Ajay- I have always have this one favourite question.When can I analyze 100 giga bytes of data using just a browser and some statistical software like R or advanced forecasting softwares that are available.Describe some of Asterdata ‘s work in enhancing the analytical capabilities of big data.
Can I run R ( free -open source) on an on demand basis for an Asterdata solution. How much would it cost me to crunch 100 gb of data and make segmentations and models with say 50 hours of processing time per month
[TA]- One of the big innovations that Aster does it to allow analytical applications like R to be embedded in the database via our SQL/MapReduce framework. We actually have customers right now that are using R to do advanced analytics over terabytes of data. 100GB is actually on the lower end of what our software can enable and as such the cost would not be significant.
Ajay- What do people at Asterdata do when not making complex software.
[TA]- A lot of Asterites love to travel around the world – we are, after all, a very diverse company. We also love coffee, Indian food as well as international and US sports like soccer, cricket, cycling,and football!
Ajay- Name some competing products to Asterdata and where Asterdata products are more suitable for a TCO viewpoint. Name specific areas where you would not recommend your own products.
[TA]- We go against products like Orace database, Teradata and IBM DB2. If you need to do analytics over 100s of GBs or terabytes of data, our price/performance ratio would be orders of magnitude better.
Ajay- How do you convince named and experienced VC’s Sequia Capital to invest in a start-up ( eg I could do with some server costs coming financing)

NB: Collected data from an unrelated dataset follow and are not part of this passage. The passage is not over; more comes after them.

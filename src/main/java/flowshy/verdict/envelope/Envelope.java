package flowshy.verdict.envelope;

import static flowshy.math.Figures.say;

import flowshy.verdict.BandsAnswer;
import flowshy.verdict.BandsQuestion;
import flowshy.verdict.Decision;
import flowshy.verdict.Limit;
import flowshy.verdict.Verdict;
import flowshy.verdict.design.DesignSpace;
import flowshy.verdict.design.NoDesignException;
import flowshy.verdict.envelope.EnvelopeAnswer.Impossible;
import flowshy.verdict.envelope.EnvelopeAnswer.Worst;
import java.util.ArrayList;
import java.util.Comparator;
import java.util.LinkedHashMap;
import java.util.List;
import java.util.Map;
import java.util.OptionalDouble;
import java.util.function.UnaryOperator;
import java.util.stream.IntStream;

/**
 * Every state that a device must bear: all combinations of the values of its sides. The worst need not be a corner, so a range holds values
 * inside; between them nothing is judged.
 *
 * @param space the study as a function of the numbers that move
 * @param sides one a number, same order as the space's
 */
public record Envelope(DesignSpace space, List<Side> sides) {
    /** Copies the list. */
    public Envelope {
        sides = List.copyOf(sides);
    }

    /**
     * How many states there are.
     *
     * @return product of the numbers of values
     */
    public int count() {
        return sides.stream().mapToInt(side -> side.values().size()).reduce(1, Math::multiplyExact);
    }

    /** One state and what was found there. */
    private record State(String words, boolean corner, BandsAnswer answer, String impossible) {}

    /**
     * Judges every state.
     *
     * @param device what is done to the question of a state before it is answered, e.g. another cover put on
     * @return the worst of each limit and of all
     */
    public EnvelopeAnswer answer(UnaryOperator<BandsQuestion> device) {
        State[] states = new State[count()];
        IntStream.range(0, states.length).parallel().forEach(i -> states[i] = state(i, device));
        List<Impossible> impossible = new ArrayList<>();
        List<State> possible = new ArrayList<>();
        for (State state : states) {
            if (state.answer() == null) {
                impossible.add(new Impossible(state.words(), state.impossible()));
            } else {
                possible.add(state);
            }
        }
        List<Worst> worst = limits(possible);
        Decision decision = impossible.isEmpty() ? Decision.NOT_ASKED : Decision.UNDECIDED;
        for (State state : possible) {
            decision = decision.worse(state.answer().verdict().decision());
        }
        return new EnvelopeAnswer(
                sides,
                states.length,
                (int) java.util.Arrays.stream(states).filter(State::corner).count(),
                worst,
                least(possible, false),
                least(possible, true),
                impossible,
                decision,
                sentence(possible, worst, impossible, states.length, decision));
    }

    private State state(int index, UnaryOperator<BandsQuestion> device) {
        double[] values = new double[sides.size()];
        List<String> words = new ArrayList<>();
        boolean corner = true;
        int rest = index;
        for (int s = sides.size() - 1; s >= 0; s--) {
            Side side = sides.get(s);
            int at = rest % side.values().size();
            rest /= side.values().size();
            values[s] = side.values().get(at);
            words.add(0, side.key() + " " + side.words().get(at));
            corner &= side.corner(at);
        }
        String state = String.join(", ", words);
        try {
            BandsQuestion question = device.apply(space.at(values));
            return new State(state, corner, question.answer(List.of(question.reference())), "");
        } catch (NoDesignException e) {
            return new State(state, corner, null, e.getMessage());
        }
    }

    /** Limit by limit: the worst decision, and of several the one nearest to, or farthest beyond, the limit. */
    private static List<Worst> limits(List<State> states) {
        Map<String, List<Worst>> all = new LinkedHashMap<>();
        for (State state : states) {
            for (Limit limit : state.answer().verdict().limits()) {
                all.computeIfAbsent(limit.name() + limit.sense().word(), name -> new ArrayList<>())
                        .add(new Worst(limit, state.words(), state.corner()));
            }
        }
        Comparator<Worst> order = Comparator.comparingInt(
                        (Worst one) -> -one.limit().decision().severity())
                .thenComparingDouble(Worst::margin);
        return all.values().stream()
                .map(found -> found.stream().min(order).orElseThrow())
                .toList();
    }

    private static OptionalDouble least(List<State> states, boolean largest) {
        var values = states.stream()
                .flatMap(state -> state.answer().least().stream())
                .mapToDouble(BandsAnswer.Extreme::rejection);
        return largest ? values.max() : values.min();
    }

    private static String sentence(
            List<State> possible, List<Worst> worst, List<Impossible> impossible, int count, Decision decision) {
        StringBuilder text = new StringBuilder(say("Over the envelope of %s states: %s.", count, decision.word()));
        for (Worst one : worst) {
            if (one.limit().decision() != Decision.NOT_ASKED) {
                text.append(say(
                        " Worst for %s%s: at %s%s.",
                        one.limit().name(),
                        one.limit().found().isPresent()
                                ? say(
                                        ", %.4g %s",
                                        one.limit().found().getAsDouble(),
                                        one.limit().unit())
                                : "",
                        one.state(),
                        one.corner() ? "" : " (inside, not at a corner)"));
            }
        }
        if (worst.isEmpty() || worst.stream().allMatch(one -> one.limit().decision() == Decision.NOT_ASKED)) {
            possible.stream()
                    .filter(state -> state.answer().least().isPresent())
                    .min(Comparator.comparingDouble(
                            state -> state.answer().least().orElseThrow().rejection()))
                    .ifPresent(state -> text.append(say(
                            " Least rejection %.4g dB at %s.",
                            state.answer().least().orElseThrow().rejection(), state.words())));
        }
        if (!impossible.isEmpty()) {
            text.append(say(
                    " %s states cannot be worked out, for example %s: %s.",
                    impossible.size(),
                    impossible.get(0).state(),
                    impossible.get(0).reason()));
        }
        return text.toString();
    }

    /**
     * The verdict of a study under its envelope: every limit at its worst.
     *
     * @param nominal verdict at the study's own state, which counts too
     * @param found over the envelope
     * @return the worse of both
     */
    public static Verdict together(Verdict nominal, EnvelopeAnswer found) {
        List<Limit> limits = new ArrayList<>();
        for (Limit limit : nominal.limits()) {
            Worst own = new Worst(limit, "", true);
            limits.add(found.limits().stream()
                    .filter(one -> one.limit().name().equals(limit.name())
                            && one.limit().sense() == limit.sense()
                            && one.beyond(own))
                    .findFirst()
                    .map(Worst::named)
                    .orElse(limit));
        }
        return new Verdict(
                nominal.decision().worse(found.decision()),
                limits,
                found.sentence() + " At the study's own state: " + nominal.sentence());
    }
}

[TA]- You need to convince Sequoia of three things. (a) that the market you’re going after is very large (in the billions of dollars, if you’re successful). (b) that your team is the best set of people that could ever come together to solve the particular problem you’re trying to solve. And (c) that the technology you’ve developed gives you an “unfair advantage” over incumbents or new market entrants. Most importantly, you have to smile a lot! J
Tasso (Tassos) Argyros is the CTO and co-founder of Aster Data Systems, where he is responsible for all product and engineering operations of the company. Tasso was recently recognized as one ofBusinessWeek’s Best Young Tech Entrepreneurs for 2009 and was an SAP fellow at the Stanford Computer Science department. Prior to Aster, Tasso was pursuing a Ph.D. in the Stanford Distributed Systems Group with a focus on designing cluster architectures for fast, parallel data processing using large farms of commodity servers. He holds an MsC in Computer Science from Stanford University and a Diploma in Computer and Electrical Engineering from Technical University of Athens.
Aster Data Systems is a proven leader in high-performance database systems for data warehousing and analytics – the first DBMS to tightly integrate SQL with MapReduce – providing deep insights on data analyzed on clusters of low-cost commodity hardware.
The Aster nCluster database cost-effectively powers frontline analytic applications for companies such as MySpace, aCerno (an Akamai company), and ShareThis. Running on low-cost off-the-shelf hardware, and providing ‘hands-free’ administration, Aster enables enterprises to meet their data warehousing needs within their budget.
Aster is headquartered in San Carlos, California and is backed by Sequoia Capital, JAFCO Ventures, IVP, Cambrian Ventures, and First-Round Capital, as well as industry visionaries including David Cheriton, Rajeev Motwani and Ron Conway.